* [Task] Your task is to copy each line of the material that holds the word "tables".

* [Material shown]
/// The report page (`--format html`): the summary first, the inputs that
/// scatter, the per-pass table with the passes whose break probability is
/// over the target marked in words, the charts inline, notes, the scope and
/// the caution.
pub fn page(rep: &RiskReport, units: Units) -> Result<String> {
    use super::html::{Chart, Page, Row, Status, Table};
    let target = rep.summary.target_probability;
    let (header, rows) = pass_rows(rep, units);
    let rows = rows
        .into_iter()
        .zip(&rep.passes)
        .map(|(cells, p)| Row {
            cells,
            status: match target {
                Some(t) if p.break_probability > t => Status::Over,
                Some(_) => Status::Ok,
                None => Status::None,
            },
        })
        .collect();
    let mut tables = Vec::new();
    if !rep.scatter.is_empty() {
        tables.push(Table::plain(
            "Inputs that scatter".into(),
            ["input", "distribution", "between dies", "from"]
                .map(String::from)
                .to_vec(),
            scatter_rows(rep, units),
        ));
    }
    tables.insert(
        0,
        Table {
            heading: "Passes (probabilities in % +- one standard error)".into(),
            header,
            rows,
            page_break_before: false,
        },
    );
    let svg = String::from_utf8(svg(rep)?).map_err(|e| anyhow!("chart text: {e}"))?;
    let s = &rep.summary;
    let mut notes: Vec<String> = rep
        .warnings
        .iter()
        .map(|w| format!("Warning: {w}"))
        .collect();
    notes.extend(rep.notes.iter().map(|n| note_in(rep, n, units)));
    notes.push(rep.scope.clone());
    let page = Page {
        title: if rep.title.is_empty() {
            "Break risk under scatter".into()
        } else {
            rep.title.clone()
        },
        kind: "Break risk under scatter".into(),
        facts: vec![
            ("Material".into(), rep.material.clone()),
            (
                "Governing method".into(),
                format!("{} ({})", rep.method, rep.method_source),
            ),
            (
                "Samples".into(),
                format!("{} ({}, seed {})", s.samples, rep.sampling.name(), rep.seed),
            ),
        ],
        verdict: target.map(|_| {
            let status = if rep.is_over_target() {
                Status::Over
            } else {
                Status::Ok
            };
            (status, s.verdict.clone())
        }),
        summary: summary_lines(rep)
            .into_iter()
            .map(|l| match l.split_once(": ") {
                Some((k, v)) => (k.to_string(), v.to_string()),
                None => (String::new(), l),
            })
            .collect(),
        tables,
        charts: vec![Chart {
            caption: "Draw ratio per pass (median and 5-95 % band against the warn and max lines) and each pass's break probability".into(),
            svg,
        }],
        notes,
        caution: rep.caution.clone(),
    };
    Ok(super::html::render(&page))
}

const CSV_HEADER: [&str; 32] = [
    "step",
    "exit_diameter_mm",
    "draw_ratio",
    "tensile_strength_mpa",
    "break_probability",
    "break_standard_error",
    "over_warn_probability",
    "over_warn_standard_error",
    "over_max_probability",
    "over_max_standard_error",
    "over_block_power_probability",
    "over_block_power_standard_error",
    "draw_ratio_p5",
    "draw_ratio_p50",
    "draw_ratio_p95",
    "draw_ratio_p99",
    "lowest_draw_ratio",
    "highest_draw_ratio",
    "main_driver",
    "main_driver_correlation",
    "method",
    "sampling",
    "seed",
    "samples",
    "samples_used",
    "any_break_probability",
    "any_break_standard_error",
    "weakest_step",
    "verdict",
    "title",
    "scope",
    "caution",
];

fn num(x: Option<f64>) -> String {
    x.map(|v| v.to_string()).unwrap_or_default()
}

/// CSV: one row per draw pass, the JSON names; the schedule's figures, the
/// scope and the caution on every row.
pub fn csv(rep: &RiskReport) -> Result<Vec<u8>> {
    let mut w = ::csv::Writer::from_writer(Vec::new());
    w.write_record(CSV_HEADER)?;
    let s = &rep.summary;
    for p in &rep.passes {
        let d = p.drivers.first();
        w.write_record([
            p.step.to_string(),
            p.exit_diameter_mm.to_string(),
            p.draw_ratio.to_string(),
            p.tensile_strength_mpa.to_string(),
            p.break_probability.to_string(),
            p.break_standard_error.to_string(),
            p.over_warn_probability.to_string(),
            p.over_warn_standard_error.to_string(),
            p.over_max_probability.to_string(),
            p.over_max_standard_error.to_string(),
            num(p.over_block_power_probability),
            num(p.over_block_power_standard_error),
            num(p.draw_ratio_p5),
            num(p.draw_ratio_p50),
            num(p.draw_ratio_p95),
            num(p.draw_ratio_p99),
            p.lowest_draw_ratio.to_string(),
            p.highest_draw_ratio.to_string(),
            d.map(|d| d.input.clone()).unwrap_or_default(),
            num(d.map(|d| d.correlation)),
            rep.method.to_string(),
            rep.sampling.name().to_string(),
            rep.seed.to_string(),
            s.samples.to_string(),
            s.samples_used.to_string(),
            s.any_break_probability.to_string(),
            s.any_break_standard_error.to_string(),
            s.weakest_step.to_string(),
            s.verdict.clone(),
            rep.title.clone(),
            rep.scope.clone(),
            rep.caution.clone(),
        ])?;
    }
    w.into_inner().map_err(|e| anyhow!("writing CSV: {e}"))
}

use super::chart::{
    bar, caution_foot, count_mesh, err, framed, legend, level_lines, limit_lines, page_title, Area,
    CAUTION_FOOT_PX, DARK_GREY, OK as BAND, OVER, WIDE,
};

/// The chart: draw-ratio fan per pass, and break probability per pass.
pub fn svg(rep: &RiskReport) -> Result<Vec<u8>> {
    let mut buf = String::new();
    {
        let root = SVGBackend::with_string(&mut buf, (960, 760)).into_drawing_area();
        root.fill(&WHITE).map_err(err)?;
        let title = page_title(&rep.title);
        let root = root
            .titled(
                &format!(
                    "{title}  ({} samples, method {})",
                    rep.summary.samples, rep.method
                ),
                ("sans-serif", 18),
            )
            .map_err(err)?;
        let (body, foot) = root.split_vertically(root.dim_in_pixel().1 - CAUTION_FOOT_PX);
        let (upper, lower) = body.split_vertically(410);
        fan(rep, &upper)?;
        bars(rep, &lower)?;
        caution_foot(&foot, &rep.caution)?;
        root.present().map_err(err)?;
    }
    Ok(buf.into_bytes())
}

fn step_labels(rep: &RiskReport, x: f64) -> String {
    let k = x.round();
    if (x - k).abs() < 1e-6 && k >= 1.0 && k as usize <= rep.passes.len() {
        rep.passes[k as usize - 1].step.to_string()
    } else {
        String::new()
    }
}

fn fan(rep: &RiskReport, area: &Area<'_>) -> Result<()> {
    let n = rep.passes.len() as f64;
    let cap = |x: Option<f64>| x.unwrap_or(2.0);
    let top = rep
        .passes
        .iter()
        .map(|p| cap(p.draw_ratio_p95).max(p.draw_ratio))
        .fold(rep.draw_ratio_max.max(1.0), f64::max)
        * 1.1;
    // One slot per pass: the level lines are labelled over the last one.
    let mut chart = framed(
        area,
        "Draw ratio per pass: median and 5-95 % band under scatter",
        15,
        WIDE,
        0.5f64..n + 0.5,
        0f64..top,
    )?;
    count_mesh(
        &mut chart,
        "step",
        "draw ratio",
        rep.passes.len() + 1,
        &|x| step_labels(rep, *x),
    )?;
    let xs = |i: usize| (i + 1) as f64;
    let mut band: Vec<(f64, f64)> = rep
        .passes
        .iter()
        .enumerate()
        .map(|(i, p)| (xs(i), cap(p.draw_ratio_p95)))
        .collect();
    band.extend(
        rep.passes
            .iter()
            .enumerate()
            .rev()
            .map(|(i, p)| (xs(i), cap(p.draw_ratio_p5))),
    );
    chart
        .draw_series(std::iter::once(Polygon::new(band, BAND.mix(0.25).filled())))
        .map_err(err)?
        .label("5-95 % band")
        .legend(|(x, y)| Rectangle::new([(x, y - 5), (x + 12, y + 5)], BAND.mix(0.25).filled()));
    chart
        .draw_series(LineSeries::new(
            rep.passes
                .iter()
                .enumerate()
                .map(|(i, p)| (xs(i), cap(p.draw_ratio_p50))),
            BAND.stroke_width(2),
        ))
        .map_err(err)?
        .label("median")
        .legend(|(x, y)| PathElement::new(vec![(x, y), (x + 12, y)], BAND.stroke_width(2)));
    chart
        .draw_series(
            rep.passes
                .iter()
                .enumerate()
                .map(|(i, p)| Circle::new((xs(i), p.draw_ratio), 3, BLACK.filled())),
        )
        .map_err(err)?
        .label("nominal (check)")
        .legend(|(x, y)| Circle::new((x + 6, y), 3, BLACK.filled()));
    level_lines(
        &mut chart,
        {
            let mut lines = limit_lines(rep.draw_ratio_warn, rep.draw_ratio_max);
            lines.push((1.0, DARK_GREY, "break 1".to_string()));
            lines
        },
        n + 0.5,
        n + 0.48,
        top * 0.01,
    )?;
    legend(&mut chart, SeriesLabelPosition::UpperLeft)
}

* [Reply]
    let mut tables = Vec::new();
        tables.push(Table::plain(
    tables.insert(
        tables,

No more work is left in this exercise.